# Eligible for multiple categories for PR application - which one should I use?



## rainbow84 (Feb 8, 2010)

Hi All, 

I am currently eligible for PR application in these two categories.
1. Spousal (I am married for now 5 years+, with 2 kids)
2. Critical skills (I have worked for more than 5 years in SA)

My questions are :
1. Which category is best for me to apply - less rejection, good turnover time, etc?
2. If I apply via Critical skills, which professional body should i be registered in - I am a Software Analyst Developer in IT field).
3. Is there any difference if apply under the different categories eg. If i apply under Critical Skills, do I need to recertify myself after X number of years, must be in working force for X number of years, or any other rule that I need to adhere to?

:fingerscrossed:


----------



## Oyibopeppeh (Sep 8, 2010)

CSV takes a lot less time to process.
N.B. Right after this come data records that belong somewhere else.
package terrain

import (
	"cmp"
	"iter"
	"math"
	"slices"

	"github.com/paulmach/orb"

	"ridgehop/internal/geodesy"
	"ridgehop/internal/raster"
)

// crossing is a mosaic that a path crosses and the path on its grid.
type crossing struct {
	mosaic *mosaic
	track  track
	legs   []leg
	spans  []span  // where its rasters lie under the path
	pixelM float64 // of the mosaic, finer side, where the path is
}

// crossed lists the mosaics whose rasters the line crosses: of the highest
// priority first, then of the finest pixel.
func (t *Terrain) crossed(line geodesy.Line, geographic track, mosaics []*mosaic) ([]crossing, error) {
	var out []crossing
	around := geographic.bound()
	for _, m := range mosaics {
		turns, near := turnsTo(m.bound, around)
		if !near {
			continue
		}
		c, err := m.cross(line, geographic, turns)
		if err != nil {
			return nil, err
		}
		if c.mosaic != nil {
			out = append(out, c)
		}
	}
	slices.SortStableFunc(out, func(a, b crossing) int {
		return cmp.Or(cmp.Compare(b.mosaic.source.Priority, a.mosaic.source.Priority), cmp.Compare(a.pixelM, b.pixelM))
	})
	return out, nil
}

// turnsTo finds by how many turns of 360 degrees a path's longitudes must be
// shifted to come within the bound of a mosaic.
func turnsTo(bound, path orb.Bound) (turns float64, near bool) {
	for _, turns := range []float64{0, 360, -360} {
		shifted := orb.Bound{Min: orb.Point{path.Min[0] + turns, path.Min[1]}, Max: orb.Point{path.Max[0] + turns, path.Max[1]}}
		if bound.Intersects(shifted) {
			return turns, true
		}
	}
	return 0, false
}

// cross puts the line on the mosaic's grid; the crossing is empty where no
// raster of the mosaic lies under it.
func (m *mosaic) cross(line geodesy.Line, geographic track, turns float64) (crossing, error) {
	var onGrid track
	if m.crs.WGS84 {
		onGrid = geographic.onGrid(m.grid).shifted(turns / m.grid.PixelX)
	} else {
		err := m.with(m.crs, func(p *raster.Projector) error {
			projected, err := newTrack(line.LengthM(), projectedPlane(line, m.crs, p))
			onGrid = projected.onGrid(m.grid)
			if m.crs.Geographic {
				onGrid = onGrid.shifted(turns / m.grid.PixelX)
			}
			return err
		})
		if err != nil {
			return crossing{}, err
		}
	}
	c := crossing{mosaic: m, track: onGrid, legs: onGrid.legs(nil)}
	if c.spans = m.spansUnder(c.legs); len(c.spans) == 0 {
		return crossing{}, nil
	}
	middle := line.At(line.LengthM() / 2)
	first, last := &onGrid[0], &onGrid[len(onGrid)-1]
	u0, v0 := first.at(first.from)
	u1, v1 := last.at(last.to)
	units := math.Hypot((u1-u0)*m.grid.PixelX, (v1-v0)*m.grid.PixelY)
	c.pixelM = onGround(pixelMetres(m.crs, m.grid, middle.Lat()), m.crs, units, line.LengthM())
	return c, nil
}

// onGround corrects the size of a projected pixel where so many units of the
// projection are so many metres of ground: a Mercator unit at 60 degrees is
// half a metre. Up to a hundredth, as in UTM, a projection counts as true.
func onGround(pixelM float64, crs raster.CRS, units, groundM float64) float64 {
	stretch := units * crs.MetresPerUnit / groundM
	if crs.Geographic || math.Abs(stretch-1) <= 0.01 {
		return pixelM
	}
	return pixelM / stretch
}

// pixelMetres is the finer side of a pixel in metres at a latitude.
func pixelMetres(crs raster.CRS, g raster.Grid, lat float64) float64 {
	if !crs.Geographic {
		return min(g.PixelX, g.PixelY) * crs.MetresPerUnit
	}
	const degree = math.Pi / 180 * 6371008.8 // mean radius, IUGG
	return min(g.PixelX*math.Cos(lat*math.Pi/180), g.PixelY) * degree
}

// turns yields by how many columns a path at column u is to be moved to count
// as the tiles do: the turn in which they begin, and the ones before and after,
// since a path may run into a tile from the end of a turn, and a tile may reach
// beyond it.
func (m *mosaic) turns(u float64) iter.Seq[float64] {
	return func(yield func(float64) bool) {
		if m.turn == 0 {
			yield(0)
			return
		}
		shift := -float64(m.turn) * (math.Floor(u/float64(m.turn)) + 1)
		for range 3 {
			if !yield(shift) {
				return
			}
			shift += float64(m.turn)
		}
	}
}

// underPoint reports whether a tile lies under a point.
func (m *mosaic) underPoint(u, v float64) bool {
	for shift := range m.turns(u) {
		at := cells(int(math.Floor(u+shift)), int(math.Floor(v)), int(math.Ceil(u+shift)), int(math.Ceil(v)))
		for c := range at {
			for _, n := range m.index[c] {
				if m.tiles[n].holds(u+shift, v) {
					return true
				}
			}
		}
	}
	return false
}

// holds reports whether a point, in the mosaic's pixel-centre coordinates, lies
// within the tile's outer edges.
func (t tile) holds(u, v float64) bool {
	return u >= float64(t.i)-0.5 && u <= float64(t.i+t.info.Width)-0.5 &&
		v >= float64(t.j)-0.5 && v <= float64(t.j+t.info.Height)-0.5
}

// bound is the box of a track's knots, widened by a hundredth of a degree for
// the bend between them.
func (t track) bound() orb.Bound {
	const bend = 0.01
	first := orb.Point{t[0].x[0], t[0].y[0]}
	b := orb.Bound{Min: first, Max: first}
	for i := range t {
		p := &t[i]
		for k := 0; k <= 4; k++ {
			x, y := p.at(p.from + (p.to-p.from)*float64(k)/4)
			b = b.Extend(orb.Point{x, y})
		}
	}
	return b.Pad(bend)
}

// chordsPerPiece is how finely a leg is looked at when asking which tiles lie
// under it. The chords of the shortest pieces bend less than a pixel.
const chordsPerPiece = 16
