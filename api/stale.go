package api

import (
	"bytes"
	"context"
	"errors"
	"slices"
	"time"

	"ridgehop/internal/assess"
)

// staleTime bounds the look at what has changed since an answer was given: a
// remote raster that does not answer must not hold a ready answer back.
const staleTime = 5 * time.Second

// staleBecause says what has changed under an assessment. An answer that was
// given stays readable, so nothing is said where that cannot be told.
func (h *handlers) staleBecause(ctx context.Context, judged *assess.Assessment) []string {
	ctx, cancel := context.WithTimeout(ctx, staleTime)
	defer cancel()
	reasons, err := h.Assessor.Stale(ctx, judged)
	if err != nil {
		h.Log.Warn("whether an assessment is stale cannot be told", "assessment", judged.ID, "error", err)
		return nil
	}
	return reasons
}

// additions are what a stored answer may be given with.
type additions struct {
	StaleBecause []string
	Samples      *Samples
}

// beforeLinks is where they go, as the contract orders them: links is the last
// field of every answer. With its quotation marks it cannot stand inside a
// JSON string.
var beforeLinks = []byte(`,"links":{`)

// to puts the additions into a stored answer. The rest of it stays byte for
// byte, also where an earlier version of the program made it.
func (a additions) to(answer []byte) ([]byte, error) {
	stale := len(a.StaleBecause) > 0
	if !stale && a.Samples == nil {
		return answer, nil
	}
	at := bytes.LastIndex(answer, beforeLinks)
	if at < 0 {
		return nil, errors.New("the stored answer has no links")
	}
	added, err := encoded(struct {
		Stale        bool     `json:"stale,omitempty"`
		StaleBecause []string `json:"stale_because,omitempty"`
		Samples      *Samples `json:"samples,omitempty"`
	}{stale, a.StaleBecause, a.Samples})
	if err != nil {
		return nil, err
	}
	added = bytes.TrimSuffix(bytes.TrimPrefix(added, []byte("{")), []byte("}\n"))
	return slices.Concat(answer[:at], []byte(","), added, answer[at:]), nil
}
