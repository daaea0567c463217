package api

import "ridgehop/internal/screening/intake"

// asked is the site that a request states. What it leaves out and the register
// fills in is zero.
func asked(r SiteRequest) intake.Site {
	s := intake.Site{
		ID: r.Id, Name: orZero(r.Name), Lon: r.Lon, Lat: r.Lat, AntennaHeightM: r.AntennaHeightM,
		HeightAbove: intake.HeightAbove(orZero(r.HeightAbove)), FrequencyGHz: orZero(r.FrequencyGhz),
		Polarisation: intake.Polarisation(orZero(r.Polarisation)), RangeM: orZero(r.RangeM),
	}
	for _, one := range orZero(r.Sectors) {
		width := 360.0
		if one.WidthDeg != nil {
			width = *one.WidthDeg
		}
		s.Sectors = append(s.Sectors, intake.Sector{
			AzimuthDeg: one.AzimuthDeg, WidthDeg: width, TiltDeg: orZero(one.TiltDeg), Antenna: orZero(one.Antenna), Radio: orZero(one.Radio),
		})
	}
	return s
}

// orZero is the value pointed to; zero where there is none.
func orZero[T any](p *T) (zero T) {
	if p == nil {
		return zero
	}
	return *p
}
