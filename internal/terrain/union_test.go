package terrain

import (
	"testing"

	"pgregory.net/rapid"
)

// The outlines together enclose as much as the rectangles cover, wind the right
// way, and hold what a pixel-by-pixel look holds.
func TestUnionLaws(t *testing.T) {
	rapid.Check(t, func(t *rapid.T) {
		const side = 12
		blocks := rapid.SliceOfN(rapid.Custom(func(t *rapid.T) block {
			x, y := rapid.IntRange(0, side-2).Draw(t, "x"), rapid.IntRange(0, side-2).Draw(t, "y")
			return block{x, y, rapid.IntRange(x+1, side-1).Draw(t, "right"), rapid.IntRange(y+1, side-1).Draw(t, "bottom")}
		}), 1, 7).Draw(t, "blocks")
		var filled [side][side]bool
		count := 0
		for _, b := range blocks {
			for y := b.top; y < b.bottom; y++ {
				for x := b.left; x < b.right; x++ {
					if !filled[y][x] {
						filled[y][x] = true
						count++
					}
				}
			}
		}
		sum := 0
		shapes := union(blocks)
		for _, shape := range shapes {
			for k, ring := range shape {
				if ring[0] != ring[len(ring)-1] || len(ring) < 5 || (k == 0) != (area(ring) > 0) {
					t.Fatalf("ring %d of %v", k, shape)
				}
				sum += area(ring)
			}
		}
		if sum != 2*count {
			t.Fatalf("area: got %d half pixels, want %d", sum, 2*count)
		}
		for y := range side {
			for x := range side {
				in := 0
				for _, shape := range shapes {
					for _, ring := range shape {
						if encloses(ring, corner{x, y}) {
							in++
						}
					}
				}
				if (in%2 == 1) != filled[y][x] {
					t.Fatalf("pixel %d, %d: got it in %d rings, want filled %v", x, y, in, filled[y][x])
				}
			}
		}
	})
}
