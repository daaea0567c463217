package terrain

import (
	"fmt"
	"os"
	"path/filepath"
	"strings"

	"ridgehop/internal/geodesy"
	"ridgehop/internal/raster"
)

// readGeoids reads the operator's geoid grids, by datum.
func readGeoids(gdal *raster.GDAL, files map[string]string) (map[string]*geodesy.Geoid, error) {
	out := make(map[string]*geodesy.Geoid, len(files))
	for name, path := range files {
		grid, err := readGeoid(gdal, path)
		if err != nil {
			return nil, fmt.Errorf("geoid grid %s of datum %s: %w", filepath.Base(path), name, err)
		}
		out[name] = grid
	}
	return out, nil
}

func readGeoid(gdal *raster.GDAL, path string) (*geodesy.Geoid, error) {
	if strings.EqualFold(filepath.Ext(path), ".gtx") {
		f, err := os.Open(path)
		if err != nil {
			return nil, withoutFolder(err)
		}
		defer f.Close()
		return geodesy.ReadGTX(f)
	}
	d, err := gdal.Open(path)
	if err != nil {
		return nil, err
	}
	defer d.Close()
	info := d.Info()
	if !info.CRS.Geographic {
		return nil, fmt.Errorf("its places do not count longitudes and latitudes but are of %s", info.CRS.Name)
	}
	values := make([]float32, info.Width*info.Height)
	if err := d.Read(0, 0, info.Width, info.Height, values); err != nil {
		return nil, err
	}
	g := info.Grid
	return geodesy.NewGeoid(geodesy.GeoidGrid{
		WestDeg: g.Left + g.PixelX/2, NorthDeg: g.Top - g.PixelY/2, StepLonDeg: g.PixelX, StepLatDeg: g.PixelY,
		Width: info.Width, Height: info.Height, ValuesM: values,
	})
}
Once you have your PR under CSV no need to renew anything.


----------



## 1395193 (Jan 17, 2017)

What category of Temporary Residence Visa are you currently holding?




rainbow84 said:


> Hi All,
> 
> I am currently eligible for PR application in these two categories.
> 1. Spousal (I am married for now 5 years+, with 2 kids)
> ...


----------



## mjh (Oct 24, 2016)

1) Application through marriage is currently taking 2 or more years from the date of submission. It is probably administratively easier for you as most people should have the papers to hand, so you can submit quite quickly.
2) Application through CSV takes 8-12 months from the date of submission. You may need to get paperwork from external people, e.g. ECSA and a professional body, which can take 3-6 months.


----------